• _Aim of the task_: Could you reproduce, word for word, everything below from the line containing "(used as is)." down to the line containing "if scheduler is None and", with both of those lines included and no others?
::::::::
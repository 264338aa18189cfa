"""Chunked processing of masks larger than memory, on Dask (optional extra ``vesselgeom[chunked]``).

``analyze_chunked`` runs the single-mask pipeline chunk by chunk and returns the same tables as
:func:`vesselgeom.analyze`. Dask, distributed and zarr are imported only when needed, so importing this
package works without them. See ``docs/chunked.md``.
"""

from vesselgeom.chunked.run import analyze_chunked
from vesselgeom.chunked.sources import LazyVolume, open_lazy

__all__ = ["analyze_chunked", "LazyVolume", "open_lazy"]
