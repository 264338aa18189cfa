"""Where chunked mode's tasks run: a local Dask scheduler, a local cluster, or an existing Dask cluster.

:func:`executor` yields two ways of running tasks:

- ``compute(tasks)``: a list of ``dask.delayed`` calls, all results at once, in order (survey, thinning,
  junction radii: the client needs every result together);
- ``stream(func, vol, calls, **kwargs)``: ``func(vol, *args, **kwargs)`` for every ``args`` of ``calls``,
  yielding ``(index, result)`` as tasks finish, with at most :data:`IN_FLIGHT_PER_WORKER` tasks per
  worker submitted and not yet collected, so the client holds only a few tasks' results at a time
  (tracing: each result is measured and dropped as it arrives).

Dask and distributed are imported only here, when a run starts.
"""

from __future__ import annotations

import logging
import os
from collections.abc import Callable, Iterable, Iterator
from concurrent.futures import FIRST_COMPLETED, ThreadPoolExecutor, wait
from contextlib import ExitStack, contextmanager
from typing import Any

from vesselgeom.chunked.sources import LazyVolume
from vesselgeom.errors import InputError

__all__ = ["PROCESS_OVERHEAD_MB", "IN_FLIGHT_PER_WORKER", "LOCAL_SCHEDULERS", "executor", "delayed", "shared"]

#: Resident memory of one idle Dask worker process (interpreter, numpy, scipy, scikit-image, dask),
#: measured on the development machine; a local cluster's budget is for data beyond this.
PROCESS_OVERHEAD_MB = 200

#: Streamed tasks submitted per worker and not yet collected (keeps workers busy while one result is
#: being collected, and bounds the results waiting in the client).
IN_FLIGHT_PER_WORKER = 2

#: Scheduler names run in this process by Dask's local schedulers.
LOCAL_SCHEDULERS = ("synchronous", "sync", "single-threaded", "threads", "processes")

_INLINE = ("synchronous", "sync", "single-threaded")


def delayed(func: Callable) -> Callable:
    """``dask.delayed(func, pure=True)``."""
    import dask

    return dask.delayed(func, pure=True)


def shared(vol: LazyVolume) -> Any:
    """The volume as one Dask node, so it is shipped to each worker once (not inside every task)."""
    import dask

    return dask.delayed(vol, name=f"lazy-volume-{vol.sha256[:16] or id(vol)}", traverse=False)


@contextmanager
def executor(scheduler: Any, budget_mb: float | None) -> Iterator[tuple[Callable, Callable, dict]]:
    """Yield ``compute``, ``stream`` (see the module docstring) and a description of where tasks run.

    Parameters
    ----------
    scheduler : None, str or distributed.Client
        None: a local ``distributed`` cluster of worker processes (one thread each); a name of
        :data:`LOCAL_SCHEDULERS`; the address of a running scheduler; or a Client (used as is).
    budget_mb : float, optional
        Memory for the workers together, MB (sets the local cluster's workers and their limits).
    """
    try:
        import dask
    except ImportError:  # pragma: no cover - depends on the environment
        raise InputError(
            "<chunked>: dask is not installed; install the optional extra: pip install 'vesselgeom[chunked]'"
        ) from None
    info: dict[str, Any] = {"overhead_mb": 0}
    if scheduler is None and budget_mb is not None and budget_mb < 2 * PROCESS_OVERHEAD_MB:
        # a worker process alone would exceed the budget, and distributed would pause it for good:
        # run the tasks in this process instead (their memory is bounded by the chunk size)
        scheduler = "synchronous"
        info["note"] = "budget below one worker process; tasks ran in this process"
    if isinstance(scheduler, str) and scheduler in LOCAL_SCHEDULERS:
        workers = 1 if scheduler in _INLINE else os.cpu_count() or 1
        info.update(name=scheduler, workers=workers, limit_mb=budget_mb / workers if budget_mb else None)

        def stream_local(func: Callable, vol: LazyVolume, calls: Iterable[tuple], **kwargs: Any):
            if scheduler in _INLINE:
                return ((i, func(vol, *args, **kwargs)) for i, args in enumerate(calls))
            if scheduler == "threads":
                return _stream_threads(func, vol, calls, kwargs, workers)
            return _stream_windows(func, vol, calls, kwargs, scheduler, workers)

        yield (lambda tasks: list(dask.compute(*tasks, scheduler=scheduler))), stream_local, info
        return
    from distributed import Client, LocalCluster

    with ExitStack() as stack:  # whatever is opened here is closed, also when a later step raises
        if scheduler is None:
            workers = os.cpu_count() or 1
            limit: Any = "auto"
            if budget_mb is not None:
                workers = max(1, min(workers, int(budget_mb // (2 * PROCESS_OVERHEAD_MB))))
                limit = f"{budget_mb / workers:.0f}MiB"
            cluster = stack.enter_context(
                LocalCluster(
                    n_workers=workers,
                    threads_per_worker=1,
                    processes=True,
                    memory_limit=limit,
                    dashboard_address=None,
                    silence_logs=logging.ERROR,
                )
            )
            client = stack.enter_context(Client(cluster))
            info.update(
                name="local-distributed",
                workers=workers,
                limit_mb=budget_mb / workers if budget_mb else None,
                overhead_mb=PROCESS_OVERHEAD_MB,
            )
        elif isinstance(scheduler, str):
            client = stack.enter_context(Client(scheduler))
            n = len(client.scheduler_info().get("workers", {}))
            info.update(name=scheduler, workers=n, limit_mb=budget_mb / n if budget_mb and n else None)
        elif hasattr(scheduler, "compute") and hasattr(scheduler, "gather"):
            client = scheduler  # the caller's: not closed here
            n = len(client.scheduler_info().get("workers", {}))
            info.update(name="client", workers=n, limit_mb=budget_mb / n if budget_mb and n else None)
        else:
            raise InputError(f"<chunked>: scheduler {scheduler!r} is not a scheduler name, address or Client")

        def stream_client(func: Callable, vol: LazyVolume, calls: Iterable[tuple], **kwargs: Any):
            return _stream_client(client, func, vol, calls, kwargs, max(1, info["workers"]))

        yield (lambda tasks: list(client.gather(client.compute(tasks)))), stream_client, info


def _stream_threads(
    func: Callable, vol: LazyVolume, calls: Iterable[tuple], kwargs: dict, workers: int
) -> Iterator[tuple[int, Any]]:
    """Tasks on a pool of ``workers`` threads in this process, as Dask's threaded scheduler runs them."""
    todo = enumerate(calls)
    with ThreadPoolExecutor(max_workers=workers) as pool:
        pending: dict[Any, int] = {}

        def top_up() -> None:
            while len(pending) < IN_FLIGHT_PER_WORKER * workers:
                nxt = next(todo, None)
                if nxt is None:
                    return
                pending[pool.submit(func, vol, *nxt[1], **kwargs)] = nxt[0]

        top_up()
        while pending:
            done, _ = wait(pending, return_when=FIRST_COMPLETED)
            for fut in sorted(done, key=pending.__getitem__):
                i = pending.pop(fut)
                yield i, fut.result()
            top_up()


def _stream_windows(
    func: Callable, vol: LazyVolume, calls: Iterable[tuple], kwargs: dict, scheduler: str, workers: int
) -> Iterator[tuple[int, Any]]:
    """Tasks on a local Dask scheduler, a window of a few per worker at a time."""
    import dask

    vol_d = shared(vol)
    calls = list(calls)
    size = IN_FLIGHT_PER_WORKER * workers
    for start in range(0, len(calls), size):
        tasks = [delayed(func)(vol_d, *args, **kwargs) for args in calls[start : start + size]]
        yield from enumerate(dask.compute(*tasks, scheduler=scheduler), start)


def _stream_client(
    client: Any, func: Callable, vol: LazyVolume, calls: Iterable[tuple], kwargs: dict, workers: int
) -> Iterator[tuple[int, Any]]:
    """Tasks on a distributed cluster; each result is gathered and released as soon as it is done."""
    from distributed import as_completed

    [vol_f] = client.scatter([vol], hash=False)
    todo = enumerate(calls)
    index: dict[str, int] = {}
    running = as_completed()

    def submit() -> None:
        nxt = next(todo, None)
        if nxt is not None:
            fut = client.submit(func, vol_f, *nxt[1], pure=False, **kwargs)
            index[fut.key] = nxt[0]
            running.add(fut)

    for _ in range(IN_FLIGHT_PER_WORKER * workers):
        submit()
    try:
        for fut in running:
            result = fut.result()
            i = index.pop(fut.key)
            fut.release()
            submit()
            yield i, result
    finally:
        vol_f.release()
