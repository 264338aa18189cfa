"""Branch geometry in parallel tasks, each reading only the sub-volume its branch needs.

A task traces its branches one at a time with the in-memory pipeline's code
(:func:`vesselgeom.centerline.trace_centerlines` with :class:`~vesselgeom.crosssection.CrossSection` and
:class:`~vesselgeom.radius.BoundaryDistance`). Each branch gets the box around its skeleton path plus a
margin of :data:`MARGIN_RADII` times its largest radius plus :data:`MARGIN_VOXELS` voxels: recentring
samples discs of 1.5 radii plus a voxel, and a terminal end is extended to where the mask ends, about a
radius beyond the retracted skeleton. In the box, the mask keeps the 26-connected pieces that hold the
branch's voxels (the in-memory pipeline sees one component at a time), holes filled.
"""

from __future__ import annotations

from dataclasses import dataclass

import numpy as np
from scipy import ndimage

from vesselgeom.centerline import BranchInput, Centerline, trace_centerlines
from vesselgeom.chunked.sources import LazyVolume
from vesselgeom.crosssection import CrossSection
from vesselgeom.radius import BoundaryDistance
from vesselgeom.settings import Settings

__all__ = ["MARGIN_RADII", "MARGIN_VOXELS", "BranchJob", "branch_box", "trace_jobs"]

#: Box margin around a branch's path, in its largest radius, plus a few voxels (see module docstring).
MARGIN_RADII = 4.0
MARGIN_VOXELS = 4

_FULL = np.ones((3, 3, 3), dtype=bool)


@dataclass(frozen=True)
class BranchJob:
    """One branch to trace: its path in global index space, its ends, and its largest radius (mm)."""

    path: np.ndarray
    closed: bool
    free_start: bool
    free_end: bool
    max_radius_mm: float


def branch_box(job: BranchJob, affine: np.ndarray) -> tuple[np.ndarray, np.ndarray]:
    """Index box ``[lo, hi)`` a branch reads: its path's bounding box plus the margin."""
    spacing = np.linalg.norm(np.asarray(affine)[:3, :3], axis=0)
    margin_mm = MARGIN_RADII * job.max_radius_mm + MARGIN_VOXELS * float(spacing.max())
    margin = np.ceil(margin_mm / spacing).astype(int)
    lo = np.floor(job.path.min(axis=0)).astype(int) - margin
    hi = np.ceil(job.path.max(axis=0)).astype(int) + margin + 1
    return lo, hi


def _trace_one(vol: LazyVolume, job: BranchJob, *, voxel_mm: float, settings: Settings) -> Centerline | None:
    lo, hi = branch_box(job, vol.affine)
    m = vol.read_box(lo, hi)
    labels, _ = ndimage.label(m, structure=_FULL)
    inside = np.rint(job.path - lo).astype(int)
    ids = np.unique(labels[tuple(inside.T)])
    ids = ids[ids > 0]
    piece = np.isin(labels, ids)
    del labels, m
    if settings.fill_holes:
        piece = ndimage.binary_fill_holes(piece)
    aff = vol.affine.copy()
    aff[:3, 3] = vol.affine[:3, :3] @ lo + vol.affine[:3, 3]
    world = job.path @ vol.affine[:3, :3].T + vol.affine[:3, 3]
    section = CrossSection(piece, aff)
    boundary = BoundaryDistance(piece, aff)
    branch = BranchInput(world, job.closed, job.free_start, job.free_end)
    return trace_centerlines(
        [branch], section=section, boundary=boundary, voxel_mm=voxel_mm, settings=settings
    )[0]


def trace_jobs(
    vol: LazyVolume, jobs: list[BranchJob], *, voxel_mm: float, settings: Settings
) -> list[Centerline | None]:
    """Trace a batch of branches, one sub-volume at a time (one Dask task)."""
    return [_trace_one(vol, job, voxel_mm=voxel_mm, settings=settings) for job in jobs]
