"""Per-chunk work on a lazily read mask: the depth survey, and thinning with a halo keeping core voxels.

The volume is cut into cubic chunks (the *core* of each task). Every task reads its core plus a *halo* of
voxels on every side, so thinning near the core's faces sees the vessel as it continues across the seam,
and keeps only the skeleton voxels of its core. Thinning (Lee, Kashyap and Chu 1994, as in
:func:`vesselgeom.skeleton.thin`) peels the object layer by layer in raster order, so what a cut at the
halo's edge changes stays within a few vessel depths of it: with a halo of
:data:`HALO_DEPTHS` times the largest depth the core's skeleton is the whole volume's, voxel for voxel, on
every network we measured (``tests/chunked``). Parts of the box outside the image are background, as the
in-memory pipeline pads each component with background.

Memory: a task holds a few bytes per voxel of its box (:data:`BYTES_PER_VOXEL`), never the volume.
"""

from __future__ import annotations

from dataclasses import dataclass

import numpy as np
from scipy import ndimage

from vesselgeom import labelling
from vesselgeom.chunked.allocator import prefer_mmap
from vesselgeom.chunked.sources import LazyVolume
from vesselgeom.radius import BoundaryDistance
from vesselgeom.skeleton import thin

__all__ = [
    "HALO_DEPTHS",
    "BYTES_PER_VOXEL",
    "Survey",
    "CoreSkeleton",
    "chunk_boxes",
    "survey_chunk",
    "thin_chunk",
    "default_halo",
    "task_bytes_per_voxel",
]

#: Default halo, in multiples of the largest depth (city-block distance to background, in voxels) found
#: by the survey. On a 128^3 network a halo of one depth left 2 of 862 skeleton voxels different from
#: thinning the whole volume at once, two depths the same, three depths none (``tests/chunked``).
HALO_DEPTHS = 3

#: Peak bytes a thinning task holds per voxel of its box beyond the raw image values (mask, filled mask,
#: thinning's padded copy, 26-connected labels as int32, the boundary search), measured with tracemalloc
#: on boxes of a network; the raw values add twice their item size (the box and the decoded storage
#: chunks). Used to check a memory budget: see :func:`task_bytes_per_voxel`.
BYTES_PER_VOXEL = 12


def task_bytes_per_voxel(itemsize: int) -> int:
    """Estimated peak bytes per box voxel of a thinning task on an image of ``itemsize`` bytes."""
    return BYTES_PER_VOXEL + 2 * int(itemsize)


_FULL = np.ones((3, 3, 3), dtype=bool)
_CROSS = ndimage.generate_binary_structure(3, 1)


def chunk_boxes(shape: tuple[int, int, int], chunk_size: int) -> list[tuple[np.ndarray, np.ndarray]]:
    """The chunk cores ``[lo, hi)`` (index space) tiling ``shape``, in raster order of their corners."""
    counts = [-(-int(s) // chunk_size) for s in shape]
    out = []
    for idx in np.ndindex(*counts):
        lo = np.array(idx) * chunk_size
        out.append((lo, np.minimum(lo + chunk_size, shape)))
    return out


def default_halo(depth: int) -> int:
    """The halo (voxels) for a largest depth of ``depth`` voxels: ``HALO_DEPTHS * depth``, at least 2."""
    return max(HALO_DEPTHS * int(depth), 2)


@dataclass(frozen=True)
class Survey:
    """What the cheap first pass learns about one chunk.

    ``depth`` is the largest city-block distance (voxels) from a core foreground voxel to the background;
    it bounds the Euclidean radius in voxels from above. ``saturated``: the depth reached the probe
    margin, so it may be larger (the caller repeats with a wider probe).
    """

    foreground: int
    depth: int
    saturated: bool


def _read(vol: LazyVolume, lo: np.ndarray, hi: np.ndarray) -> tuple[np.ndarray, np.ndarray]:
    """The mask of ``[lo, hi)``, clipped to one background voxel beyond the image; returns (mask, lo)."""
    a = np.maximum(lo, -1)
    b = np.minimum(hi, np.asarray(vol.shape) + 1)
    return vol.read_box(a, b), a


def survey_chunk(vol: LazyVolume, lo: np.ndarray, hi: np.ndarray, *, probe: int, fill_holes: bool) -> Survey:
    """Foreground count and largest depth of one chunk core, read with ``probe`` voxels of margin.

    The depth is counted by repeated 6-connected erosion (each removes the voxels at city-block distance
    1 from the background), which needs only boolean arrays. Depths up to ``probe`` are exact: the box's
    edge is farther than that from every core voxel.
    """
    prefer_mmap()  # also in worker processes of a distributed cluster
    lo, hi = np.asarray(lo), np.asarray(hi)
    m, blo = _read(vol, lo - probe, hi + probe)
    core = tuple(slice(int(a - o), int(b - o)) for a, b, o in zip(lo, hi, blo, strict=True))
    count = int(np.count_nonzero(m[core]))
    if count == 0:
        return Survey(0, 0, False)
    if fill_holes:
        m = labelling.fill_holes(m)
    depth = 0
    while depth <= probe and m[core].any():
        m = ndimage.binary_erosion(m, _CROSS, border_value=0)
        depth += 1
    return Survey(count, depth, depth > probe)


@dataclass(frozen=True)
class CoreSkeleton:
    """The skeleton voxels of one chunk core.

    Attributes
    ----------
    coords : (n, 3) int32 array
        Global voxel indices.
    radius : (n,) float32 array, mm
        Distance from each voxel centre to the nearest background voxel centre.
    at_edge : (n,) bool array
        The voxel's connected component (within the task's box) touches the edge of the image.
    """

    coords: np.ndarray
    radius: np.ndarray
    at_edge: np.ndarray

    @staticmethod
    def empty() -> CoreSkeleton:
        return CoreSkeleton(np.zeros((0, 3), np.int32), np.zeros(0, np.float32), np.zeros(0, bool))


def thin_chunk(
    vol: LazyVolume,
    lo: np.ndarray,
    hi: np.ndarray,
    *,
    halo: int,
    min_voxels: float,
    fill_holes: bool,
) -> CoreSkeleton:
    """Thin one chunk with its halo and keep the skeleton voxels of its core.

    Components that lie wholly inside the box are dropped when smaller than ``min_voxels`` (as the
    in-memory pipeline drops them); a component reaching the box's edge is larger than the box can show
    and is kept.
    """
    prefer_mmap()  # also in worker processes of a distributed cluster
    lo, hi = np.asarray(lo), np.asarray(hi)
    m, blo = _read(vol, lo - halo, hi + halo)
    core = tuple(slice(int(a - o), int(b - o)) for a, b, o in zip(lo, hi, blo, strict=True))
    if not m[core].any():
        return CoreSkeleton.empty()
    if fill_holes:
        m = labelling.fill_holes(m)
    skel = thin(m)
    local = np.argwhere(skel[core]) + (lo - blo)
    del skel
    if not len(local):
        return CoreSkeleton.empty()
    labels, _ = ndimage.label(m, structure=_FULL)
    lab = labels[tuple(local.T)]
    ids = np.unique(lab)
    shape = np.asarray(vol.shape)
    keep = np.ones(len(local), bool)
    edge = np.zeros(len(local), bool)
    boxes = ndimage.find_objects(labels)
    counts = np.bincount(labels.ravel())
    for i in ids.tolist():
        box = boxes[i - 1]
        start = np.array([s.start for s in box]) + blo
        stop = np.array([s.stop for s in box]) + blo
        reaches_box = np.any(start == blo) or np.any(stop == blo + np.asarray(m.shape))
        on_edge = bool(np.any(start <= 0) or np.any(stop >= shape))
        sel = lab == i
        if not reaches_box and counts[i] < min_voxels:
            keep &= ~sel
        edge |= sel & on_edge
    del labels
    local, edge = local[keep], edge[keep]
    if not len(local):
        return CoreSkeleton.empty()
    aff = vol.affine.copy()
    aff[:3, 3] = vol.affine[:3, :3] @ blo + vol.affine[:3, 3]
    radius = BoundaryDistance(m, aff).at_index(local).astype(np.float32)
    return CoreSkeleton((local + blo).astype(np.int32), radius, edge)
::::::::
• _Answer section_:
        :data:`LOCAL_SCHEDULERS`; the address of a running scheduler; or a Client (used as is).
    budget_mb : float, optional
        Memory for the workers together, MB (sets the local cluster's workers and their limits).
    """
    try:
        import dask
    except ImportError:  # pragma: no cover - depends on the environment
        raise InputError(
            "<chunked>: dask is not installed; install the optional extra: pip install 'vesselgeom[chunked]'"
        ) from None
    info: dict[str, Any] = {"overhead_mb": 0}
    if scheduler is None and budget_mb is not None and budget_mb < 2 * PROCESS_OVERHEAD_MB:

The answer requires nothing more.